El cianómetro es posiblemente uno de los artefactos más poéticos que conocemos. Tiene un objetivo: medir la intensidad y el magnetismo del azul que tiene el cielo.
Sabemos que la intensidad del azul celeste varía por factores como la humedad, las partículas sólidas en el aire y la dispersión de la luz del sol en la atmósfera. Pero pocos saben que al cambiar de altura, el azul del cielo también se transforma, se oscurece, un dato que llenó de perplejidad y asombro a Horace-Bénédict de Saussure, padre del alpinismo y la meteorología moderna, e inventor del cianómetro, un artefacto para establecer el tono de azul de la bóveda celeste.
Obsesionado con medir los fenómenos meteorológicos que lo rodeaban durante sus excursiones por las montañas europeas, Saussure (1740-1799) —geólogo, meteorólogo y alpinista suizo— inventó y mejoró varios instrumentos como el magnetómetro y el hermosamente nombrado diafanómetro, instrumento para medir la claridad de la atmósfera. En 1789, tras registrar sistemáticamente los tonos de azul en el cielo durante años, el científico desarrolló el cianómetro, un artefacto simple con forma circular que tiene 52 distintos tonos de azul (pedazos de papel teñidos por el meteorólogo con un pigmento llamado evocativamente “azul prusia”) y que comienza en el blanco y termina en el negro.
Saussure utilizó su cianómetro durante el resto de su vida y, según se sabe, el azul más profundo que registró fue uno avistado desde la cima del Montblanc, que medía 39 grados de azul en la escala del precioso aparato. Años más tarde, Alexander von Humboldt, otro asiduo usuario del cianómetro, registró un cielo de 46 grados de azul, desde la cima del volcán Chimborazo, en los Andes.

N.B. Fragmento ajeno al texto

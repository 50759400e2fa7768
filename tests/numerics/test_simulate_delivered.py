"""Models that were handed over beside the plant: sampled, smaller, anonymous, with dead times and angles."""

from __future__ import annotations

from dataclasses import replace

import numpy as np
import pytest
from linear_plants import linear_plant, local, rig
from scipy.linalg import expm

from linverify.core.case import Course, Interval
from linverify.core.delivered import Delays
from linverify.core.drive import Drive
from linverify.core.plant import Plant
from linverify.numerics.hold import straight
from linverify.numerics.independent import run_independent
from linverify.numerics.sampled import sampled
from linverify.numerics.simulate import Fidelity, Rig, Runs, run, run_alone

A = [[0.0, 1.0], [-9.0, -0.6]]
B = [[0.0], [1.0]]
C, D = [[1.0, 0.2]], [[0.5]]
PLANT = linear_plant(A, B, C, D)
FINE = Fidelity(4, 1e-4)
VALUES = np.random.default_rng(0).uniform(-1, 1, (9, 1))


def drive(values: object = VALUES, every: float = 0.2, course: Course = "held", **offsets: float) -> Drive:
    rows = np.asarray(values, dtype=float)
    rows = rows.reshape(len(rows), -1)
    return Drive(every, tuple(f"u{j + 1}" for j in range(rows.shape[1])), rows, course, offsets)


def both(one: Rig, what: Drive, fidelity: Fidelity = FINE) -> tuple[Runs, Runs]:
    return run_alone(one, what, fidelity), run_independent(one, what, fidelity)


# sampled models


@pytest.mark.parametrize("course", ["held", "straight"])
@pytest.mark.parametrize("steps", [1, 3, 20])
def test_a_sampled_model_equals_a_linear_plant_at_its_instants(course: Course, steps: int) -> None:
    model = sampled(local(PLANT, A, B, C, D), 0.2 / steps, course)
    one = rig(PLANT, model, ("y1",))
    for runs in both(one, drive(course=course, x1=0.3)):
        assert runs.times.shape == (9, steps + 1)
        assert runs.times[1] == pytest.approx(0.2 + 0.2 * np.arange(steps + 1) / steps)
        assert np.abs(runs.error).max() < 2e-6
        assert np.abs(runs.plant).max() > 0.3


def test_a_sampled_model_is_its_own_recursion_at_right_hand_values() -> None:
    """Whatever its matrices are: x[k+1] = F x[k] + G u[k], y[k] = H x[k] + J u[k]."""
    F, G, H, J = np.array([[0.5, 0.1], [-0.2, 0.7]]), np.array([0.3, 1.0]), np.array([1.0, -1.0]), 2.0
    model = local(PLANT, F, G.reshape(2, 1), [H], [[J]], step=0.1)
    for runs in both(rig(PLANT, model, ("y1",)), drive()):
        x, expected = np.zeros(2), []
        inputs = np.repeat(VALUES[:, 0], 2)
        for value in inputs:
            expected.append(H @ x + J * value)
            x = F @ x + G * value
        seen = runs.model[0, :, :-1, 0].ravel()
        assert seen == pytest.approx(expected, abs=1e-14)
        assert runs.model[0, :-1, -1, 0] == pytest.approx(expected[2::2], abs=1e-14)
        assert runs.model[0, -1, -1, 0] == pytest.approx(H @ x + J * inputs[-1], abs=1e-14)
        assert runs.plant[0, 1, 0, 0] == runs.plant[0, 0, -1, 0]


def test_states_of_a_model_sampled_for_straight_inputs_are_read_as_the_plants() -> None:
    model = sampled(local(PLANT, A, B, C, D), 0.1, "straight")
    what = drive(course="straight")
    blind = run_alone(rig(PLANT, model, ("x2",)), what, FINE)
    assert np.abs(blind.error).max() > 0.01
    ahead = straight(np.array(A), np.array(B), 0.1)[2]
    for runs in both(rig(PLANT, replace(model, ahead=ahead), ("x2",)), what):
        assert np.abs(runs.error).max() < 2e-6


def test_a_model_sampled_otherwise_than_driven_shows_its_error() -> None:
    model = sampled(local(PLANT, A, B, C, D), 0.1, "held")
    runs = run_alone(rig(PLANT, model, ("y1",)), drive(course="straight"), FINE)
    assert np.abs(runs.error).max() > 1e-3


def test_steps_that_do_not_fit_are_refused() -> None:
    model = sampled(local(PLANT, A, B, C, D), 0.15, "held")
    with pytest.raises(ValueError, match="do not fit a local model that steps every"):
        run_alone(rig(PLANT, model, ("y1",)), drive(), FINE)


def test_an_exit_between_the_instants_of_a_coarse_model_is_found_and_was_predicted() -> None:
    plant = linear_plant([[0.0]], [[1.0]])
    model = local(plant, [[1.0]], [[1.0]], step=1.0)
    one = rig(plant, model, ("x1",), envelope={"x1": Interval(-9, 1.5)})
    for runs in both(one, drive([1.0] * 4, 1.0)):
        left = runs.exits[0]
        assert left is not None
        assert left.time == pytest.approx(1.5, abs=1e-5)
        assert left.model_way == pytest.approx(1.0, abs=1e-5)
        assert np.isfinite(runs.plant[0, :, :, 0]).sum() == 3  # instants 0, 1 and 1 again


@pytest.mark.parametrize("steps", [1, 3, 20])
def test_the_halved_grid_halves_steps_though_instants_stay(steps: int) -> None:
    """A grid that did not change where samples are would hide the error of integration from itself."""
    one = rig(PLANT, sampled(local(PLANT, A, B, C, D), 0.2 / steps, "held"), ("y1",), weight=1e3)
    coarse, fine = Fidelity(4, 1.0), Fidelity(4, 1.0).finer()
    first, second = run_alone(one, drive(), coarse), run_alone(one, drive(), fine)
    assert first.times.shape == second.times.shape
    assert second.evaluations >= 1.8 * first.evaluations
    exact = run_alone(one, drive(), Fidelity(64, 1e-9))
    off = [np.abs(runs.plant - exact.plant).max() for runs in (first, second)]
    assert 0.0 < off[1] < 0.2 * off[0]


# fewer states, other orders, no names


def test_reordered_states_and_inputs_are_no_change() -> None:
    plant = linear_plant(A, [[0.0, 0.3], [1.0, 0.0]])
    right = local(plant, A, [[0.0, 0.3], [1.0, 0.0]])
    turned = local(
        plant, [[-0.6, -9.0], [1.0, 0.0]], [[0.0, 1.0], [0.3, 0.0]], [[0.0, 1.0], [1.0, 0.0]],
        states=("x2", "x1"), inputs=("u2", "u1"),
    )  # fmt: skip
    what = drive(np.random.default_rng(1).uniform(-1, 1, (9, 2)), x1=0.2, x2=-0.4)
    for first, second in zip(
        both(rig(plant, right, ("x1", "x2")), what), both(rig(plant, turned, ("x1", "x2")), what), strict=True
    ):
        assert first.model == pytest.approx(second.model, abs=1e-14)
        assert np.abs(second.error).max() < 1e-6


def test_offsets_of_states_that_the_model_lacks_move_the_plant_only() -> None:
    plant = linear_plant([[-1.0, 0.0], [0.0, -2.0]], [[1.0], [0.0]])
    model = local(plant, [[-1.0]], [[1.0]], states=("x1",))
    for runs in both(rig(plant, model, ("x1",)), drive([0.0] * 3, x1=0.1, x2=0.7)):
        assert np.abs(runs.error).max() < 1e-6
        assert runs.model[0, -1, -1, 0] == pytest.approx(0.1 * np.exp(-0.6), abs=1e-12)


def test_an_anonymous_model_is_compared_by_its_outputs() -> None:
    turn = np.array([[2.0, 1.0], [0.5, -3.0]])
    back = np.linalg.inv(turn)
    model = local(PLANT, turn @ A @ back, turn @ B, C @ back, D, states=("state 1", "state 2"), anonymous=True)
    for runs in both(rig(PLANT, model, ("y1",)), drive()):
        assert np.abs(runs.error).max() < 2e-6
    with pytest.raises(ValueError, match="the local model has no state or output 'x1'"):
        rig(PLANT, model, ("x1",))


def test_a_limit_on_what_the_model_lacks_is_left_without_a_word_about_the_model() -> None:
    plant = linear_plant([[-1.0, 0.0], [0.0, 0.0]], [[1.0], [1.0]], [[1.0, 0.0]])
    model = local(plant, [[-1.0]], [[1.0]], states=("x1",))
    one = rig(plant, model, ("x1",), envelope={"x2": Interval(-1, 1)})
    for runs in both(one, drive([1.0] * 8)):
        left = runs.exits[0]
        assert left is not None
        assert left.time == pytest.approx(1.0, abs=1e-5)
        assert np.isnan(left.model_way)


# dead times


LAG = linear_plant([[-2.0]], [[1.0, 3.0]], [[1.0]], [[0.0, 0.0]])
LAG_MODEL = local(LAG, [[-2.0]], [[1.0, 3.0]])


def rising(t: np.ndarray, late: float) -> np.ndarray:
    return np.where(t > late, 0.5 * (1 - np.exp(-2 * np.maximum(t - late, 0.0))), 0.0)


@pytest.mark.parametrize("late", [(0.2, 0.0), (0.05, 0.13), (0.37, 0.37), (0.1, 5.0)])
def test_dead_times_of_inputs_against_the_closed_form(late: tuple[float, float]) -> None:
    one = rig(LAG, LAG_MODEL, ("x1", "y1"), delays=Delays({"u1": late[0], "u2": late[1]}))
    for runs in both(one, drive(np.ones((7, 2)))):
        exact = rising(runs.times, late[0]) + 3.0 * rising(runs.times, late[1])
        assert runs.times.shape[0] == 7
        assert runs.model[0, :, :, 0] == pytest.approx(exact, abs=1e-13)
        assert runs.plant[0, :, :, 0] == pytest.approx(exact, abs=2e-6)
        assert runs.plant[1] == pytest.approx(runs.plant[0], abs=1e-12)


def test_a_dead_time_with_straight_courses() -> None:
    """u = t from the first instant on; the lag answers 0.5 s - 0.25 (1 - exp(-2 s)), s = t - dead time."""
    ramp = np.stack([0.2 * np.arange(1, 8), np.zeros(7)], axis=1)
    one = rig(LAG, LAG_MODEL, ("x1",), delays=Delays({"u1": 0.27}))
    for runs in both(one, drive(ramp, course="straight")):
        s = np.maximum(runs.times - 0.27, 0.0)
        exact = 0.5 * s - 0.25 * (1 - np.exp(-2 * s))
        assert runs.model[0, :, :, 0] == pytest.approx(exact, abs=1e-13)
        assert runs.plant[0, :, :, 0] == pytest.approx(exact, abs=2e-6)


def test_no_step_crosses_a_delayed_change() -> None:
    """At a fidelity of one step an interval, a step over the jump would be off by a tenth."""
    late, every = 0.6, 1.0
    one = rig(LAG, LAG_MODEL, ("x1",), delays=Delays({"u1": late}), weight=1e3)
    runs = run_alone(one, Drive(every, ("u1",), np.ones((3, 1))), Fidelity(4, 1.0))
    assert np.abs(runs.error).max() < 2e-3


def test_dead_times_of_a_difference_equation_and_of_a_sampled_model() -> None:
    plant = linear_plant([[0.9]], [[0.1]], step=0.1)
    one = rig(plant, local(plant, [[0.9]], [[0.1]]), ("x1",), delays=Delays({"u1": 0.4}))
    for runs in both(one, drive([1.0, 0.0, 0.0], 0.3)):
        expected = np.zeros(10)
        for k in range(9):
            expected[k + 1] = 0.9 * expected[k] + (0.1 if 4 <= k < 7 else 0.0)
        assert runs.plant[0, -1, -1, 0] == pytest.approx(expected[9], abs=1e-15)
        assert runs.error == pytest.approx(0.0, abs=1e-15)
        assert np.interp(runs.times.ravel(), 0.1 * np.arange(10), expected) == pytest.approx(runs.plant[0].ravel())
    model = sampled(local(PLANT, A, B, C, D), 0.05, "held")
    for runs in both(rig(PLANT, model, ("y1",), delays=Delays({"u1": 0.35})), drive()):
        assert np.abs(runs.error).max() < 2e-6
        assert np.abs(runs.plant).max() > 0.2
    with pytest.raises(ValueError, match=r"the dead time 0.07 of u1 does not fit a local model that steps every 0.05"):
        run_alone(rig(PLANT, model, ("y1",), delays=Delays({"u1": 0.07})), drive(), FINE)


def test_a_dead_time_of_an_output_is_told_and_its_last_sample_is_a_node() -> None:
    one = rig(LAG, LAG_MODEL, ("x1", "y1"), delays=Delays(outputs={"y1": 0.33}))
    for runs in both(one, drive(np.ones((5, 2)))):
        assert runs.late == (0.0, 0.33)
        assert np.abs(runs.times - (1.0 - 0.33)).min() < 1e-12
        assert np.abs(runs.arrives(1) - 1.0).min() < 1e-12


def test_a_model_without_the_dead_time_is_caught() -> None:
    """Both sides get the declared dead time; a plant that has another one of its own differs."""
    one = rig(LAG, LAG_MODEL, ("x1",), delays=Delays({"u1": 0.3}))
    other = rig(LAG, LAG_MODEL, ("x1",))
    what = Drive(0.2, ("u1",), np.ones((5, 1)))
    assert np.abs(run_alone(one, what, FINE).plant - run_alone(other, what, FINE).model[:, :, :1]).max() > 0.1


def test_a_batch_equals_its_drives_alone_with_dead_times() -> None:
    one = rig(LAG, LAG_MODEL, ("x1", "y1"), delays=Delays({"u1": 0.13, "u2": 0.5}, {"y1": 0.07}))
    drives = [drive(values) for values in np.random.default_rng(4).uniform(-1, 1, (5, 6, 2))]
    batch = run(one, drives, FINE)
    for column, what in enumerate(drives):
        alone = run_alone(one, what, FINE)
        assert batch.model[..., column] == pytest.approx(alone.model[..., 0], abs=1e-13)
        assert batch.plant[..., column] == pytest.approx(alone.plant[..., 0], abs=1e-5)


# angles


def test_a_wrapped_angle_is_compared_modulo_a_turn() -> None:
    plant = Plant(
        states={"heading": "deg"},
        inputs={"u1": "deg/s"},
        outputs={"shown": "deg"},
        dynamics=lambda t, x, u, p: np.stack([u[0] + 0.0 * x[0]]),
        measurement=lambda t, x, u, p: np.stack([np.mod(x[0] + 180.0, 360.0) - 180.0]),
    )
    model = local(plant, [[0.0]], [[1.0]], [[1.0]])
    what = drive([90.0] * 12, 0.5)
    plain = run_alone(rig(plant, model, ("shown",)), what, FINE)
    assert np.abs(plain.error).max() > 359.0
    for runs in both(rig(plant, model, ("shown",), turns={"shown": 360.0}), what):
        assert np.abs(runs.error).max() < 1e-4


def test_matrices_of_the_tests_are_those_of_the_exponential() -> None:
    """The sampled models above are right by an exponential of their own."""
    whole = expm(np.block([[np.array(A), np.array(B)], [np.zeros((1, 3))]]) * 0.1)
    model = sampled(local(PLANT, A, B, C, D), 0.1, "held")
    assert np.abs(np.hstack([model.A, model.B]) - whole[:2]).max() < 1e-14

El cianómetro y su hermosa singularidad son una prueba más del poder del color azul sobre la mente humana, su emotividad y su arte. Desde la obsesión del legendario Miles Davis con crear piezas musicales que definieran todo lo que es azul en el mundo (en su legendario álbum Kind of Blue) o la atrevida hazaña de Yves Klein al inventar y nombrar su propio tono de azul, hasta el reciente y espectacular proyecto Cyanometer, del artista esloveno Martin Bricelj Baraga: un monolito que mide el tono de la esfera celeste y la calidad del aire, y cambia de color para mimetizarse con el cielo.
Tras su invención, el cianómetro cayó pronto en desuso por la poca información propiamente científica que es capaz de dar, algo que dota de poesía a su existencia. Pero la belleza de este artefacto —como la melancolía contenida en los azulísimos cianotipos de algas— radica en su invitación a apreciar aquello que, por su sutileza, no siempre notamos, a absorber la información del espacio que habitamos y que es capaz de descubrirnos universos tan simbólicos como emocionales.
Con todo y su actual desuso, este aparato sobrevive como un testigo de la poesía implícita en observar y medir el azul del cielo.